Semua Orang Dijamin Bisa Datangi Piala Dunia Qatar

( kata)
Semua Orang Dijamin Bisa Datangi Piala Dunia Qatar
Presiden FIFA Gianni Infantino. Foto: AFP/Karim Jaafar


Doha (Lampost.co) -- Presiden FIFA Gianni Infantino mengungkapkan semua orang bakal disambut di Qatar. Hal itu ia sampaikan dalam acara satu tahun sebelum Piala Dunia 2022.

Pertandingan pembuka akan berlangsung 21 November mendatang di Stadion Al Bayt yang berkapasitas 60.000 orang.

Kepala badan sepak bola dunia itu mendesak semua orang boleh menghadiri turnamen itu dan terlibat secara meyakinkan dalam upaya mempengaruhi kebijakan di negara Teluk Arab.

"Kami tak boleh beranggapan seandainya diam di rumah saja dan hanya mengkritik, maka segalanya bakal berubah. Segalanya sudah membaik. Segalanya akan terus membaik," kata Infantino.

Dalam acara yang dilangsungkan Minggu malam waktu setempat, bintang-bintang sepak bola seperti David Beckham dan Samuel Eto'o menyaksikan pertunjukan drone dari dermaga di West Bay Doha saat penyelenggara menjanjikan sebuah turnamen yang spektakuler.

Namun, di sela-sela acara para pejabat bersikap defensif dalam isu-isu penting yang mengganggu turnamen itu selama bertahun-tahun seperti undang-undang anti-LGBTQ yang ditetapkan Qatar, kesejahteraan pekerja migran dan tudingan korupsi.
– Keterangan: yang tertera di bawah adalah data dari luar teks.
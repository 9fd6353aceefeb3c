/**
 * A RolloffStore that hands every call to another one: the base of a store that
 * changes a few methods (the outbox) and keeps the rest exactly as they were.
 */
import type { RolloffStore } from '../store-interface';

type Inner = RolloffStore;

export class DelegatingStore implements RolloffStore {
  constructor(protected readonly inner: Inner) {
    if (inner.watchChanges) this.watchChanges = (listener, options) => inner.watchChanges!(listener, options);
  }

  get location(): string { return this.inner.location; }
  get readonly(): boolean { return this.inner.readonly; }
  get appliedMigrations(): readonly number[] { return this.inner.appliedMigrations; }

  watchChanges?: Inner['watchChanges'];
  saveDesign: Inner['saveDesign'] = (...a) => this.inner.saveDesign(...a);
  getDesign: Inner['getDesign'] = (...a) => this.inner.getDesign(...a);
  listDesigns: Inner['listDesigns'] = (...a) => this.inner.listDesigns(...a);
  createBuild: Inner['createBuild'] = (...a) => this.inner.createBuild(...a);
  getBuild: Inner['getBuild'] = (...a) => this.inner.getBuild(...a);
  listBuilds: Inner['listBuilds'] = (...a) => this.inner.listBuilds(...a);
  createRun: Inner['createRun'] = (...a) => this.inner.createRun(...a);
  createRuns: Inner['createRuns'] = (...a) => this.inner.createRuns(...a);
  createOwnedRun: Inner['createOwnedRun'] = (...a) => this.inner.createOwnedRun(...a);
  updateRunStatus: Inner['updateRunStatus'] = (...a) => this.inner.updateRunStatus(...a);
  setRunResults: Inner['setRunResults'] = (...a) => this.inner.setRunResults(...a);
  getRun: Inner['getRun'] = (...a) => this.inner.getRun(...a);
  listRuns: Inner['listRuns'] = (...a) => this.inner.listRuns(...a);
  findInterruptedRuns: Inner['findInterruptedRuns'] = (...a) => this.inner.findInterruptedRuns(...a);
  claimRun: Inner['claimRun'] = (...a) => this.inner.claimRun(...a);
  claimRunOnFreeBench: Inner['claimRunOnFreeBench'] = (...a) => this.inner.claimRunOnFreeBench(...a);
  renewRunHeartbeat: Inner['renewRunHeartbeat'] = (...a) => this.inner.renewRunHeartbeat(...a);
  releaseRun: Inner['releaseRun'] = (...a) => this.inner.releaseRun(...a);
  getRunOwnership: Inner['getRunOwnership'] = (...a) => this.inner.getRunOwnership(...a);
  recordOfflinePeriod: Inner['recordOfflinePeriod'] = (...a) => this.inner.recordOfflinePeriod(...a);
  insertPoint: Inner['insertPoint'] = (...a) => this.inner.insertPoint(...a);
  insertPoints: Inner['insertPoints'] = (...a) => this.inner.insertPoints(...a);
  insertPointsOfRuns: Inner['insertPointsOfRuns'] = (...a) => this.inner.insertPointsOfRuns(...a);
  loadPoints: Inner['loadPoints'] = (...a) => this.inner.loadPoints(...a);
  nextStep: Inner['nextStep'] = (...a) => this.inner.nextStep(...a);
  insertNoiseRecord: Inner['insertNoiseRecord'] = (...a) => this.inner.insertNoiseRecord(...a);
  loadNoiseRecords: Inner['loadNoiseRecords'] = (...a) => this.inner.loadNoiseRecords(...a);
  appendEvent: Inner['appendEvent'] = (...a) => this.inner.appendEvent(...a);
  listEvents: Inner['listEvents'] = (...a) => this.inner.listEvents(...a);
  saveCalibration: Inner['saveCalibration'] = (...a) => this.inner.saveCalibration(...a);
  latestCalibration: Inner['latestCalibration'] = (...a) => this.inner.latestCalibration(...a);
  createSchedule: Inner['createSchedule'] = (...a) => this.inner.createSchedule(...a);
  getSchedule: Inner['getSchedule'] = (...a) => this.inner.getSchedule(...a);
  recordInstrument: Inner['recordInstrument'] = (...a) => this.inner.recordInstrument(...a);
  listInstruments: Inner['listInstruments'] = (...a) => this.inner.listInstruments(...a);
  getBenchSettings: Inner['getBenchSettings'] = (...a) => this.inner.getBenchSettings(...a);
  saveBenchSettings: Inner['saveBenchSettings'] = (...a) => this.inner.saveBenchSettings(...a);
  idsOfUids: Inner['idsOfUids'] = (...a) => this.inner.idsOfUids(...a);
  exportRun: Inner['exportRun'] = (...a) => this.inner.exportRun(...a);
  importDesign: Inner['importDesign'] = (...a) => this.inner.importDesign(...a);
  importBuild: Inner['importBuild'] = (...a) => this.inner.importBuild(...a);
  importSchedule: Inner['importSchedule'] = (...a) => this.inner.importSchedule(...a);
  importRuns: Inner['importRuns'] = (...a) => this.inner.importRuns(...a);
  schemaVersion: Inner['schemaVersion'] = (...a) => this.inner.schemaVersion(...a);
  integrityProblems: Inner['integrityProblems'] = (...a) => this.inner.integrityProblems(...a);
  close: Inner['close'] = (...a) => this.inner.close(...a);
}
Nasser Al Khater, CEO Piala Dunia 2022, membela catatan negaranya di meja bundar virtual dengan wartawan Sabtu malam.

"Qatar diperlakukan dan diadili secara tidak adil, diperlakukan tidak adil bertahun-tahun," kata Al Khater.
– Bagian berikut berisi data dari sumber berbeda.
import { describe, expect, it } from 'vitest';
import { defaultDatabasePath, resolveDatabasePath } from '../../../app/store/paths';

// Expected folders: XDG Base Directory Specification (XDG_DATA_HOME, default ~/.local/share) on Linux;
// ~/Library/Application Support on macOS and %APPDATA% on Windows (each platform's documented convention, recalled from memory).
describe('database path', () => {
  it('follows XDG_DATA_HOME on Linux, falling back to ~/.local/share', () => {
    expect(defaultDatabasePath({ env: { XDG_DATA_HOME: '/data/me' }, platform: 'linux', homeDir: '/home/me' })).toBe('/data/me/rolloff/rolloff.sqlite');
    expect(defaultDatabasePath({ env: {}, platform: 'linux', homeDir: '/home/me' })).toBe('/home/me/.local/share/rolloff/rolloff.sqlite');
    // A relative XDG_DATA_HOME is invalid per the specification and ignored.
    expect(defaultDatabasePath({ env: { XDG_DATA_HOME: 'rel' }, platform: 'linux', homeDir: '/home/me' })).toBe('/home/me/.local/share/rolloff/rolloff.sqlite');
  });

  it('uses Application Support on macOS and APPDATA on Windows', () => {
    expect(defaultDatabasePath({ env: {}, platform: 'darwin', homeDir: '/Users/me' })).toBe('/Users/me/Library/Application Support/Rolloff/rolloff.sqlite');
    expect(defaultDatabasePath({ env: { APPDATA: 'C:\\Users\\me\\AppData\\Roaming' }, platform: 'win32', homeDir: 'C:\\Users\\me' })).toBe(
      'C:\\Users\\me\\AppData\\Roaming\\Rolloff\\rolloff.sqlite',
    );
  });

  it('lets ROLLOFF_DB override the default and --db override both', () => {
    const environment = { env: { ROLLOFF_DB: '/tmp/bench.sqlite', XDG_DATA_HOME: '/data/me' }, platform: 'linux' as const, homeDir: '/home/me' };
    expect(defaultDatabasePath(environment)).toBe('/tmp/bench.sqlite');
    expect(resolveDatabasePath('/work/other.sqlite', environment)).toBe('/work/other.sqlite');
    expect(resolveDatabasePath(undefined, environment)).toBe('/tmp/bench.sqlite');
  });
});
Dia membantah tuduhan Departemen Kehakiman AS, suap dibayarkan untuk mengamankan suara ketika Qatar dianugerahi hak menjadi tuan rumah Piala Dunai ini pada 2010.

Dia juga membela kemajuan negara ini dalam hak asasi manusia dengan menunjuk reformasi tenaga kerja yang baru-baru ini dilakukan, tetapi mengingatkan masih banyak tugas yang harus dikerjakan.
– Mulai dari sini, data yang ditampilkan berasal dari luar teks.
/**
 * The maximum stimulus is a setting of each bench, through the real CLI on one
 * SQLite file: a limit given for the simulated bench never reaches real
 * instruments (here the simulated bench as a separate `rolloff sim` process
 * reached over TCP, which the sweep cannot tell from real ones), one bench's
 * limit never reaches another bench, a reused limit is announced with its bench
 * and date, and resume applies the limit of the run's own bench or refuses.
 */
import { afterAll, beforeAll, describe, expect, it } from 'vitest';
import { spawn } from 'node:child_process';
import { writeFileSync } from 'node:fs';
import { join, resolve } from 'node:path';
import { SqliteStore } from '../../../app/store';
import { benchKey } from '../../../app/bench/bench-key';
import { makeDesignFromTemplate } from '../../../app/circuit/templates';
import { startSimProcess, type SimProcess } from '../../helpers/sim-process';
import { pointsOfLatestRun, tempFolder } from './helpers';

const BIN = join(resolve(__dirname, '../../..'), 'app/cli/bin.mjs');
/** A few points, no refinement: the sweeps here check which limit applies, not the response. */
const SHORT_SWEEP = ['--from', '100', '--to', '10k', '--per-decade', '2', '--no-refine', '--cycles', '3'];

interface CliResult {
  status: number | null;
  stdout: string;
  stderr: string;
}

/** The CLI in a process of its own; the test's event loop stays free (the `rolloff sim` process answers on its own anyway). */
function rolloff(args: string[], env: Record<string, string> = {}): Promise<CliResult> {
  return new Promise((done) => {
    const child = spawn(process.execPath, [BIN, ...args], { stdio: ['ignore', 'pipe', 'pipe'], env: { ...process.env, ROLLOFF_BENCH: '', ...env } });
    let stdout = '';
    let stderr = '';
    child.stdout.on('data', (chunk) => (stdout += chunk));
    child.stderr.on('data', (chunk) => (stderr += chunk));
    child.on('exit', (status) => done({ status, stdout, stderr }));
  });
}

async function storedRuns(dbPath: string) {
  const store = SqliteStore.open(dbPath, { readonly: true });
  try {
    const summaries = await store.listRuns();
    return await Promise.all(summaries.map((s) => store.getRun(s.id)));
  } finally {
    await store.close();
  }
}

describe('the maximum stimulus belongs to one bench', () => {
  const folder = tempFolder();
  const designPath = join(folder.path, 'lowpass.json');
  let sim: SimProcess;

  beforeAll(async () => {
    writeFileSync(designPath, JSON.stringify(makeDesignFromTemplate('inverting-lowpass', {})));
    sim = await startSimProcess(['--design', designPath, '--tcp', '0']);
  }, 60_000);
  afterAll(() => {
    sim?.stop();
    folder.remove();
  });

  it('a simulated sweep at 10 Vpp leaves a sweep on real instruments without a limit: refused, nothing stored; then each keeps its own, and a reused one is announced', async () => {
    const dbPath = join(folder.path, 'simulated-then-real.sqlite');
    const bench = ['--bench', 'bench 1', '--db', dbPath];
    const simulated = await rolloff(['sweep', '--design', designPath, '--label', 'simulated', '--simulated', '--time-scale', '50', '--max-stimulus', '10', ...bench, ...SHORT_SWEEP]);
    expect(simulated.status, simulated.stderr).toBe(0);
    expect(simulated.stderr).not.toMatch(/reusing the limit/); // given now, not reused

    const real = ['--generator', sim.addresses.socket.generator!, '--scope', sim.addresses.socket.scope!];
    const refused = await rolloff(['sweep', '--build', '1', ...real, ...bench, ...SHORT_SWEEP]);
    expect(refused.status).toBe(2);
    expect(refused.stderr).toMatch(/--max-stimulus: is missing and bench "bench 1" has no maximum stimulus saved/);
    expect(refused.stderr).toMatch(/a limit set for the simulated bench never applies to real instruments/);
    expect(await storedRuns(dbPath)).toHaveLength(1);

    const realRun = await rolloff(['sweep', '--build', '1', ...real, '--max-stimulus', '0.5', ...bench, ...SHORT_SWEEP]);
    expect(realRun.status, realRun.stderr).toBe(0);
    const realAgain = await rolloff(['sweep', '--build', '1', ...real, ...bench, ...SHORT_SWEEP]);
    expect(realAgain.status, realAgain.stderr).toBe(0);
    expect(realAgain.stderr).toMatch(/reusing the limit of 0\.5 Vpp set on \d{4}-\d\d-\d\d \d\d:\d\d:\d\d UTC for bench "bench 1"\n/);
    const simulatedAgain = await rolloff(['sweep', '--build', '1', '--simulated', '--time-scale', '50', ...bench, ...SHORT_SWEEP]);
    expect(simulatedAgain.status, simulatedAgain.stderr).toBe(0);
    expect(simulatedAgain.stderr).toMatch(/reusing the limit of 10 Vpp set on .* UTC for the simulated bench of "bench 1"/);

    const runs = (await storedRuns(dbPath)).sort((a, b) => a.id - b.id);
    expect(runs.map((r) => [r.simulated, r.request.maxStimulusVpp, r.status])).toEqual([
      [true, 10, 'done'],
      [true, 0.5, 'done'], // `rolloff sim` answers *IDN? as simulated, so the run is labelled so; its limit is the real instruments'
      [true, 0.5, 'done'],
      [true, 10, 'done'],
    ]);
    // Every amplitude the real-instrument runs planned stays under their own limit, far under the simulated one.
    for (const run of runs.slice(1, 3)) expect(Math.max(...run.plan.steps.map((s) => s.amplitudeVpp))).toBeLessThanOrEqual(0.5);
    const store = SqliteStore.open(dbPath, { readonly: true });
    expect((await store.getBenchSettings(benchKey({ name: 'bench 1', simulated: false })))?.maxStimulusVpp).toBe(0.5);
    expect((await store.getBenchSettings(benchKey({ name: 'bench 1', simulated: true })))?.maxStimulusVpp).toBe(10);
    await store.close();
  }, 240_000);

  it('bench A\'s limit is not used by bench B on the same store, whichever came first', async () => {
    const dbPath = join(folder.path, 'two-benches.sqlite');
    const sweep = (benchArgs: string[], more: string[] = []) =>
      rolloff(['sweep', '--design', designPath, '--label', 'b', '--simulated', '--time-scale', '50', '--db', dbPath, ...benchArgs, ...SHORT_SWEEP, ...more]);
    const a = await sweep(['--bench', 'bench A'], ['--max-stimulus', '3']);
    expect(a.status, a.stderr).toBe(0);
    // Bench B by --bench and by ROLLOFF_BENCH: both refused, A's 3 Vpp is not B's.
    const byOption = await sweep(['--bench', 'bench B']);
    expect(byOption.status).toBe(2);
    expect(byOption.stderr).toMatch(/--max-stimulus: is missing and the simulated bench of "bench B" has no maximum stimulus saved/);
    const byEnvironment = await rolloff(['sweep', '--design', designPath, '--simulated', '--db', dbPath, ...SHORT_SWEEP], { ROLLOFF_BENCH: 'bench B' });
    expect(byEnvironment.status).toBe(2);
    expect(byEnvironment.stderr).toMatch(/"bench B" has no maximum stimulus saved/);
    const b = await sweep(['--bench', 'bench B'], ['--max-stimulus', '1']);
    expect(b.status, b.stderr).toBe(0);
    const aAgain = await sweep(['--bench', 'bench A']);
    expect(aAgain.status, aAgain.stderr).toBe(0);
    expect(aAgain.stderr).toMatch(/reusing the limit of 3 Vpp set on .* for the simulated bench of "bench A"/);
    const runs = (await storedRuns(dbPath)).sort((x, y) => x.id - y.id);
    expect(runs.map((r) => [r.benchName, r.request.maxStimulusVpp])).toEqual([['bench A', 3], ['bench B', 1], ['bench A', 3]]);
  }, 180_000);

  it('resume applies the limit of the run\'s bench: refused when that bench has none (another bench\'s does not count), and runs under one given for it', async () => {
    const dbPath = join(folder.path, 'resume.sqlite');
    // A slow sweep (real time from 10 Hz), paused by Ctrl-C once it has measured a point.
    const child = spawn(process.execPath, [BIN, 'sweep', '--design', designPath, '--label', 'r', '--simulated', '--max-stimulus', '2', '--bench', 'bench A', '--db', dbPath,
      '--from', '10', '--to', '10k', '--per-decade', '10', '--no-refine'], { stdio: ['ignore', 'ignore', 'pipe'], env: { ...process.env, ROLLOFF_BENCH: '' } });
    let childErr = '';
    child.stderr.on('data', (chunk) => (childErr += chunk));
    const exited = new Promise<number | null>((done) => child.on('exit', (code) => done(code)));
    const deadline = Date.now() + 60_000;
    while ((await pointsOfLatestRun(dbPath)) < 1) {
      if (Date.now() > deadline) throw new Error(`the sweep measured nothing: ${childErr}`);
      await new Promise((r) => setTimeout(r, 50));
    }
    child.kill('SIGINT');
    expect(await exited, childErr).toBe(0);
    // Clear bench A's limit as a user could, and give bench B one.
    const store = SqliteStore.open(dbPath);
    const [run] = await store.listRuns();
    expect(run.status).toBe('paused');
    await store.saveBenchSettings(benchKey({ name: 'bench A', simulated: true }), { maxStimulusVpp: null });
    await store.saveBenchSettings(benchKey({ name: 'bench B', simulated: true }), { maxStimulusVpp: 5 });
    await store.close();

    // Bench B continues bench A's run only as a take-over, confirmed with bench A's name (app/contract/bench-take-over.ts).
    const refused = await rolloff(['resume', String(run.id), '--db', dbPath, '--bench', 'bench B', '--take-over-from', 'bench A', '--time-scale', '50']);
    expect(refused.status).toBe(2);
    expect(refused.stderr).toMatch(new RegExp(`maximum stimulus: run ${run.id} was measured on the simulated bench of "bench A", which has no maximum stimulus set`));
    const untouched = SqliteStore.open(dbPath, { readonly: true });
    expect((await untouched.getRun(run.id)).status).toBe('paused');
    expect(await untouched.getRunOwnership(run.id)).toBeUndefined(); // given back for the next try
    await untouched.close();
    const resumed = await rolloff(['resume', String(run.id), '--db', dbPath, '--bench', 'bench B', '--take-over-from', 'bench A', '--time-scale', '50', '--max-amplitude', '3']); // the option's old name, still accepted
    expect(resumed.status, resumed.stderr).toBe(0);

    const after = SqliteStore.open(dbPath, { readonly: true });
    const events = (await after.listEvents(run.id)).map((e) => e.message);
    expect(events).toContain('resumed (maximum stimulus 3 Vpp of the simulated bench of "bench A")');
    expect((await after.getRun(run.id)).status).toBe('done');
    expect((await after.getBenchSettings(benchKey({ name: 'bench A', simulated: true })))?.maxStimulusVpp).toBe(3);
    expect((await after.getBenchSettings(benchKey({ name: 'bench B', simulated: true })))?.maxStimulusVpp).toBe(5);
    await after.close();
  }, 180_000);
});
Amnesty International baru-baru ini mengatakan reformasi perburuhan di negara ini belum memperbaiki kehidupan pekerja dan praktik-praktik seperti menyandera gaji dan meminta pekerja berganti pekerjaan masih menjadi hal yang biasa dilakukan. Pemerintah Qatar menolak temuan Amnesty International ini.

Pada Jumat, Organisasi Buruh Internasional (ILO) mengatakan Qatar tidak cukup menyelidiki dan melaporkan para pekerja yang meninggal dunia di negara itu.